Below is the entity group code for a line: Table part group code 2 programming method The program first calls the gettfiled() function to create an NC file (the file has a .3B extension), and then uses the ssget() function to define the entity selection set (selected by the user in the processing order), which is broken into "Line" and "Arc" two types (after research found that for v12.0, the graphics entity is decomposed to the end are Line and Arc, such as Fit fitting pline after breaking the Arc, spline fitting pline is broken after the line Etc.), so the core of the program is for line and Arc. The program is transferred to the next entity to determine whether it is line or Arc. After the split, the geometric data is extracted according to the group code of line or Arc, and finally a string "B XX B YY BJGZ" is formed, and the character is added to the NC file. Go in, then call in an entity to perform a loop calculation, so that the NC files are added line by line until the entity is edited. Previous page next page
(-1.<Entity name: 60000014>)
(0."LINE")
(8."0")
(10 1.0 2.0 0.0)
(11 6.0 6.0 0.0) Group code straight line Arc 8 Layer name Layer name 10 Starting point coordinates Center coordinates 11 End point coordinates ......... 40 ......... radius 50 ......... Starting angle 51 ......... End angle 210 Extension direction Extension direction
For straight lines, the starting and ending coordinates can be extracted with 10 and 11 sets of codes, and then the origin is changed to the starting point, at which point XX and YY are the end point coordinates. Let dx1 and dx2 be the absolute values ​​of XX and YY respectively, then when dx1>dy1, G=G x and J=dx1, otherwise, G=G y and J=dy1. For arcs, the center, radius, starting angle, and ending angle can be extracted using 10, 40, 50, and 51 sets of codes. One of the problems with arcs is the calculation of the projection length J, as shown in Figure 3.

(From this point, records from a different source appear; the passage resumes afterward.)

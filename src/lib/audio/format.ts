// How parameter values read on screen: divisions with their length at the tempo, ranges in units.
import { EFFECTS, divisionFromValue, divisionMs, type EffectParam } from '$lib/engine/effects';
import type { EffectId } from '$lib/engine/types';
import { scaleParam } from './params';

/** A parameter as it reads: beat-synced ones as a division (with its length when `bpm` is given). */
export function formatParam(effect: EffectId, index: number, value: number, bpm?: number): string {
	const param: EffectParam = EFFECTS[effect].params[index];
	if (param.divisions) {
		const division = divisionFromValue(param.divisions, value);
		return bpm === undefined ? division : `${division} · ${formatMs(divisionMs(division, bpm))}`;
	}
	if (!param.range || param.range.unit === '') return `${Math.round(value * 100)} %`;
	const v = scaleParam(param, value);
	const { unit } = param.range;
	if (unit === 'Hz') return v >= 1000 ? `${(v / 1000).toFixed(1)} kHz` : `${Math.round(v)} Hz`;
	if (unit === 's') return `${v.toFixed(1)} s`;
	if (unit === 'bits' || unit === 'stages') return `${Math.round(v)} ${unit}`;
	return `${v.toFixed(1)} ${unit}`;
}

export function formatMs(ms: number): string {
	return ms >= 1000 ? `${(ms / 1000).toFixed(2)} s` : `${ms.toFixed(ms < 100 ? 1 : 0)} ms`;
}

export function formatDb(db: number): string {
	if (!Number.isFinite(db) || db < -90) return '−∞ dB';
	return `${db < 0 ? '−' : '+'}${Math.abs(db).toFixed(1)} dB`;
}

The J calculation of the arc is divided into three cases (Fig. 3) for 1J=|Q x -Zh x | or J=|Q y -Zh y | (Q: start point, Zh: end point). For 2, move the origin to point Q, where J=|Q x +Zh x | or J=|Q y +Zh y |. For 3, move the origin to Q 1 and Q 2 to calculate Q 1 A' and Q 2 B': Q 1 A'=|Q x | or |Q y |, Q 2 B'=
|Zh x | or |Zh y |, then J=Q 1 A'+Q 2 B'+D.